- WHAT YOU NEED TO DO -
Using the data below, return every line that holds the word "artist".

- DATASET ENTRIES -
/* Snippet poses: GT camera-to-world by a random walk; the "prediction" is the
 * true motion rel_i = c2w_{i+1}⁻¹ c2w_i with its translation shrunk and noised
 * and its rotation multiplied by a random one. */
static void make_poses(nj_rng *r, float *c2w, float *rel)
{
    for (int s = 0; s < SNIPS; s++) {
        double P[5][12];
        for (int i = 0; i < 5; i++) {
            random_rotation(r, P[i]);           /* fills the first 9 of 12: reorganise */
            double R[9];
            memcpy(R, P[i], sizeof R);
            for (int a = 0; a < 3; a++) {
                for (int b = 0; b < 3; b++) P[i][4 * a + b] = R[3 * a + b];
                P[i][4 * a + 3] = (i ? P[i - 1][4 * a + 3] : 5 * nj_rng_normal(r)) + nj_rng_normal(r);
            }
        }
        for (int i = 0; i < 5; i++)
            for (int k = 0; k < 12; k++) c2w[(s * 5 + i) * 12 + k] = (float)P[i][k];
        for (int i = 0; i < 4; i++) {
            double T[12];
            for (int a = 0; a < 3; a++) {          /* R_{i+1}ᵀ R_i and R_{i+1}ᵀ (t_i − t_{i+1}) */
                for (int b = 0; b < 3; b++) {
                    double acc = 0;
                    for (int k = 0; k < 3; k++) acc += P[i + 1][4 * k + a] * P[i][4 * k + b];
                    T[4 * a + b] = acc;
                }
                double acc = 0;
                for (int k = 0; k < 3; k++) acc += P[i + 1][4 * k + a] * (P[i][4 * k + 3] - P[i + 1][4 * k + 3]);
                T[4 * a + 3] = 0.3 * acc + 0.05 * nj_rng_normal(r);
            }
            double Q[9], RT[9];                    /* a wrong rotation: R ← R·Q */
            random_rotation(r, Q);
            for (int a = 0; a < 3; a++)
                for (int b = 0; b < 3; b++)
                    RT[3 * a + b] = T[4 * a] * Q[b] + T[4 * a + 1] * Q[3 + b] + T[4 * a + 2] * Q[6 + b];
            for (int a = 0; a < 3; a++)
                for (int b = 0; b < 3; b++) T[4 * a + b] = RT[3 * a + b];
            for (int k = 0; k < 12; k++) rel[(s * 4 + i) * 12 + k] = (float)T[k];
        }
    }
}

static void c_depth_metrics(const float *gt, const float *pred, int median, double out[10])
{
    nj_metrics_acc acc;
    nj_metrics_acc_init(&acc);
    float g[H * W], p[H * W], scratch[H * W];
    for (int i = 0; i < IMGS; i++) {
        size_t k = nj_depth_select(gt + (size_t)i * H * W, pred + (size_t)i * H * W, H * W,
                                   NJ_EVAL_DEPTH_FLOOR, NJ_EVAL_DEPTH_CAP, g, p);
        double s = median ? nj_median_scale(g, p, k, scratch) : 1.0;
        nj_depth_metrics m;
        if (nj_depth_metrics_compute(g, p, k, s, NJ_EVAL_DEPTH_FLOOR, NJ_EVAL_DEPTH_CAP, &m) == 0)
            nj_metrics_acc_add(&acc, &m, s);
    }
    nj_depth_metrics m;
    nj_metrics_acc_result(&acc, &m, &out[8], &out[9]);
    const double v[8] = {m.absrel, m.sqrel, m.rmse, m.rmse_log, m.delta1, m.delta2, m.delta3, (double)m.pixels};
    memcpy(out, v, sizeof v);
}
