if __name__ == "__main__":
    sel = execution.Selection(first="muon", edges=[0.0, 100.0])
    for method in ("fork", "spawn"):
        info = {}
        run = _engines._run(Probe(sel), [0, 1], engine="processes", workers=2, address=None,
                             describe=str, info=info, start_method=method)
        print(method, info["start_method"], [v for _, _, v in run])
"""


@pytest.mark.skipif(not sys.platform.startswith("linux"), reason="fork is used on Linux only")
def test_forked_workers_start_with_the_pairing_kernels_loaded(tmp_path):
    # A fresh interpreter, so nothing is loaded before the run: with fork the parent loads
    # the chunk work and numba's kernels first and the workers inherit them; spawned
    # workers start without them (and pay numba's first-call set-up themselves).
    script = tmp_path / "probe.py"
    script.write_text(_KERNEL_PROBE)
    done = subprocess.run([sys.executable, str(script)], capture_output=True, text=True,
                          timeout=300, check=False)
    assert done.returncode == 0, done.stderr[-2000:]
    out = done.stdout.split("\n")
    assert out[0] == "fork fork [True, True]", out
    assert out[1] == "spawn spawn [False, False]", out
    assert _processes.resolve_start_method("auto") == "fork"


def test_bad_scheduler_address_is_reported():
    with pytest.raises(ExecutionError, match="cannot connect to the Dask scheduler"):
        _dask.DaskSession("tcp://127.0.0.1:1", None, 1, "spawn", {}, timeout="1s")
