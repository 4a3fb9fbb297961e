"""The joint loop's closed form outside the signal's span (peaksift.stats.joint_spans)
against the extended binned Poisson NLL and its Newton sums written out here bin by bin
with numpy: exponential bin fractions from the exponential's CDF (common practice), their
derivative in the slope by complex step (Squire and Trapp, SIAM Review 40 (1998) 110),
a Gaussian signal's fractions from ``scipy.stats.norm``."""

from __future__ import annotations

import numpy as np
import pytest
from joint_reference import background, bin_sums, closed_form, dbackground
from scipy import stats

LO, HI = 100.0, 300.0
EDGES = np.linspace(LO, HI, 401)
T = (EDGES - 0.5 * (LO + HI)) * (2.0 / (HI - LO))   # the window-scaled edges
DT = np.diff(EDGES) * (2.0 / (HI - LO))


def _signal(mass, sigma):
    c = stats.norm.cdf(EDGES, mass, sigma)
    return np.diff(c) / (c[-1] - c[0])


@pytest.mark.parametrize("mass, s, shift", [(180.0, 250.0, 0.004), (120.0, -30.0, -0.2),
                                            (290.0, 900.0, 0.45)])
def test_closed_form_matches_the_bin_sums(mass, s, shift):
    """NLL to 1e-13 of its summed magnitude, each Newton sum to 1e-12 of its summed
    magnitude (rounding of ~400 terms and of the closed forms: ~1e-14 seen), at slopes
    away from the one the moments are built at (``shift``)."""
    rng = np.random.default_rng(7)
    theta_ref = -1.67
    b = 60_000.0
    g0 = background(T, theta_ref)
    f = _signal(mass, 0.01 * mass)
    n = rng.poisson(b * g0 + 200.0 * f).astype(float)
    h = 1e-4   # the curvature held at theta_ref, by central differences
    d2 = (dbackground(T, theta_ref + h) - dbackground(T, theta_ref - h)) / (2 * h)
    theta = theta_ref + shift
    done, nll, sm, span = closed_form(T, DT, n, f, d2, s, b, theta, theta_ref)
    assert done
    assert 0 < span[1] - span[0] < 0.4 * f.size   # most bins are in closed form
    ref_nll, terms = bin_sums(T, n, f, d2, s, b, theta)
    assert nll == pytest.approx(ref_nll.sum(), rel=0, abs=1e-13 * np.abs(ref_nll).sum())
    for k, term in enumerate(terms):
        assert sm[k] == pytest.approx(term.sum(), rel=0, abs=1e-12 * np.abs(term).sum()), k


def test_declines_where_the_signal_outside_its_span_matters():
    """A signal so large that its fractions below 1e-22 reach 2^-60 of a bin's background,
    or a slope beyond the series' reach: the bin-by-bin path must answer."""
    theta_ref = -1.67
    f = _signal(180.0, 1.8)
    n = np.full(f.size, 100.0)
    d2 = np.zeros(f.size)
    assert closed_form(T, DT, n, f, d2, 250.0, 60_000.0, theta_ref, theta_ref)[0]
    assert not closed_form(T, DT, n, f, d2, 1e20, 60_000.0, theta_ref, theta_ref)[0]
    assert not closed_form(T, DT, n, f, d2, 250.0, 60_000.0, theta_ref + 0.6, theta_ref)[0]
    assert not closed_form(T, DT, n, f, d2, 250.0, -5.0, theta_ref, theta_ref)[0]
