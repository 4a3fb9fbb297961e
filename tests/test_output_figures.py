"""``output.figures``: a run draws the figures it is asked for and no others, and its report
shows (and links) only those.

No number is computed here (the figures' contents are tested elsewhere); what is checked is
the run's files against the config, read independently from the output folder.
"""

from __future__ import annotations

import json

import pytest

import peaksift
from peaksift.config import load_config


@pytest.fixture(scope="module")
def quick(small_demo):
    """The demo search on the small demo set, made quick (few toys, few limit points)."""
    from pathlib import Path

    repo = Path(__file__).resolve().parents[1]
    return load_config(repo / "demo_data" / "search.toml").with_overrides(
        input__files=[str(p) for p in sorted(small_demo.glob("*.parquet"))],
        significance__toys=20, limits__points=3, calibration__particle="",
        calibration__window=None, output__formats=["png"])


def _files(out):
    return sorted(p.relative_to(out).as_posix() for p in (out / "figures").rglob("*")
                  if p.is_file()) if (out / "figures").exists() else []


@pytest.mark.parametrize("figures, expected", [
    (["pvalue_scan", "limits"], ["figures/limits.png", "figures/pvalue_scan.png"]),
    ("none", []),
])
def test_only_the_figures_asked_for_are_drawn_and_shown(quick, tmp_path, figures, expected):
    out = tmp_path / "out"
    peaksift.run_search(quick.with_overrides(output__figures=figures), out=out,
                        progress=False)
    assert _files(out) == expected
    d = json.loads((out / "results.json").read_text())
    assert sorted(d["outputs"]["figures"].values()) == sorted(p.split("/")[-1]
                                                              for p in expected)
    md = (out / "report.md").read_text()
    html = (out / "report.html").read_text()
    linked = [line for line in md.splitlines() if "](figures/" in line]
    assert sorted(x.split("](")[1].split(")")[0] for x in linked) == expected
    assert html.count("data:image/png;base64") == len(expected)
    manifest = json.loads((out / "peaksift-manifest.json").read_text())
    listed = json.dumps(manifest)
    assert all(p in listed for p in expected) and "spectrum.png" not in listed


@pytest.mark.parametrize("value, message", [
    (["spectrum", "pvalues"], "allowed: 'all', 'none', 'spectrum', 'pvalue_scan'"),
    (["all", "limits"], "not a mix"),
    ([], "write \"none\""),
])
def test_a_wrong_figure_selection_is_one_line_naming_the_valid_values(quick, value, message):
    with pytest.raises(peaksift.ConfigError) as err:
        quick.with_overrides(output__figures=value)
    text = str(err.value)
    assert message in text and "output.figures" in text and "\n" not in text


def test_a_combination_honours_the_figure_selection(demo_dir, tmp_path):
    """The combined p-value figure comes with ``pvalue_scan``; each channel draws what its
    own config asks for."""
    from peaksift.search.combination import run_combination

    ch = tmp_path / "ch.toml"
    text = (demo_dir / "search.toml").read_text().replace(
        'files = ["events_*.parquet"]', f'files = ["{demo_dir}/events_*.parquet"]').replace(
        '"background_template.json"', f'"{demo_dir}/background_template.json"')
    # without the demo's [systematics] (the envelope's figure is not in question here)
    text = text.replace("mass_scale = 0.002", "mass_scale = 0.0").replace(
        "mass_resolution = 0.1\n", "mass_resolution = 0.0\n").replace(
        'background_families = ["powersum", "exppoly1", "bernstein"]',
        "background_families = []")
    assert "background_families = []" in text
    ch.write_text(text.replace("[output]", '[output]\nfigures = ["spectrum"]', 1))
    res = run_combination({"combination": {"channels": [str(ch)], "names": ["one"]},
                           "output": {"figures": "none"}}, out=tmp_path / "o", toys=0)
    assert sorted(res.to_dict()["outputs"]["figures"]) == ["one/spectrum"]
    html = (tmp_path / "o" / "report.html").read_text()
    assert html.count("data:image/png;base64") == 1


def test_the_spectrum_command_draws_only_what_is_asked_for(quick, tmp_path):
    from peaksift.search import run_spectrum

    res = run_spectrum(quick.with_overrides(output__figures=["spectrum"]), out=tmp_path / "s")
    assert _files(tmp_path / "s") == ["figures/spectrum.png"]
    assert sorted(res.files) == ["spectrum", "spectrum.json"]


@pytest.mark.parametrize("shape", ["rising", "flat", "falling"])
@pytest.mark.parametrize("log", [False, True])
def test_the_blinded_spectrum_legend_covers_no_data_point(shape, log):
    """The blinded spectrum's legend (with the sideband fit: four rows) touches none of the
    drawn points or error bars, whatever the spectrum's shape (a rising one fills the upper
    right, where the legend used to go): every errorbar segment, read back from the axes in display coordinates, lies
    outside the legend's box (measured on the figure's renderer)."""
    import numpy as np

    from peaksift import plotting, shapes
    from peaksift.histogram import MassHistogram
    from peaksift.search.sideband import sideband_fit

    rng = np.random.default_rng(7)
    m = {"rising": 200.0 - rng.exponential(40.0, 20000),
         "flat": rng.uniform(110.0, 200.0, 9000),
         "falling": 110.0 + rng.exponential(30.0, 3000)}[shape]
    h = MassHistogram(bins=90, range=(110.0, 200.0)).fill(m)
    blind = (140.5, 160.0)
    fit = sideband_fit(h, "gaussian", shapes.get("bernstein", degree=3), (110.0, 200.0),
                       blind)  # four legend rows
    fig = plotting.spectrum_figure(h, blind=blind, log=log, title="a note", background=fit)
    ax = fig.axes[0]
    box = ax.get_legend().get_window_extent(fig.canvas.get_renderer())
    (bars,) = [c for c in ax.containers if hasattr(c, "has_yerr")]
    seg = np.array([s for s in bars.lines[2][0].get_segments() if len(s) == 2], float)
    lo, hi = (ax.transData.transform(seg[:, k]) for k in (0, 1))  # (x, y) of both ends
    ok = np.isfinite(lo).all(axis=1) & np.isfinite(hi).all(axis=1)
    touch = ((lo[:, 0] >= box.x0) & (lo[:, 0] <= box.x1)
             & (np.maximum(lo[:, 1], hi[:, 1]) >= box.y0)
             & (np.minimum(lo[:, 1], hi[:, 1]) <= box.y1))
    assert ok.sum() > 40 and not np.any(touch[ok])


def _segments_touching(fig, ax, artist):
    """How many of the drawn error bars and curve samples (read back from the axes, in
    display coordinates) lie in ``artist``'s box, measured on the figure's renderer."""
    import numpy as np

    box = artist.get_window_extent(fig.canvas.get_renderer())
    (bars,) = [c for c in ax.containers if hasattr(c, "has_yerr")]
    seg = np.array([s for s in bars.lines[2][0].get_segments() if len(s) == 2], float)
    curves = [ln.get_xydata() for ln in ax.get_lines() if len(ln.get_xdata()) > 50]
    # both ends of each error bar; a curve's samples as segments of no length
    lo = ax.transData.transform(np.concatenate([seg[:, 0], *curves]))
    hi = ax.transData.transform(np.concatenate([seg[:, 1], *curves]))
    touch = ((lo[:, 0] >= box.x0) & (lo[:, 0] <= box.x1)
             & (np.maximum(lo[:, 1], hi[:, 1]) >= box.y0)
             & (np.minimum(lo[:, 1], hi[:, 1]) <= box.y1))
    return int(np.count_nonzero(touch)), seg.shape[0]


@pytest.mark.parametrize("peak", [125.0, 152.5, 185.0])
def test_the_fit_values_table_covers_no_data_point_or_curve(peak):
    """The fit figure's table of fitted numbers (and its legend) touch none of the error bars
    and none of the drawn curves' samples, wherever a tall peak sits (on the left as the
    hadron demo's phi(1020), in the middle, or under the legend on the right); the peak
    here is narrower than the bins, so the fit is not valid and its reason sits in the
    table too: each of its text lines lies inside the table's box, none cut off.  Read back
    from the axes in display coordinates (common practice: matplotlib's window extents)."""
    import numpy as np
    from matplotlib.patches import FancyBboxPatch

    from peaksift import MassHistogram

    rng = np.random.default_rng(3)
    h = MassHistogram(bins=90, range=(110.0, 200.0)).fill(
        np.r_[110 + rng.exponential(30.0, 3000), np.full(300, peak)])
    fit = peaksift.fit(h, "gaussian", "exponential", start={"mass": peak, "sigma": 2.0})
    assert not fit.valid  # a spike inside one bin: sigma at its floor
    fig = fit.plot()
    ax = fig.axes[0]
    (table,) = [p for p in ax.patches if isinstance(p, FancyBboxPatch)]
    for artist in (table, ax.get_legend()):
        touching, bars = _segments_touching(fig, ax, artist)
        assert bars == 90 and touching == 0
    renderer = fig.canvas.get_renderer()
    box = table.get_window_extent(renderer)
    lines = [t for t in ax.texts if "not valid" in t.get_text() or "floor" in t.get_text()]
    assert lines and "sigma" in lines[0].get_text() and "floor" in lines[-1].get_text()
    for t in lines:
        e = t.get_window_extent(renderer)
        assert box.x0 <= e.x0 and e.x1 <= box.x1 and box.y0 <= e.y0 and e.y1 <= box.y1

- ANSWER SECTION -
def _segments_touching(fig, ax, artist):
    display coordinates) lie in ``artist``'s box, measured on the figure's renderer."""
    box = artist.get_window_extent(fig.canvas.get_renderer())
    for artist in (table, ax.get_legend()):
        touching, bars = _segments_touching(fig, ax, artist)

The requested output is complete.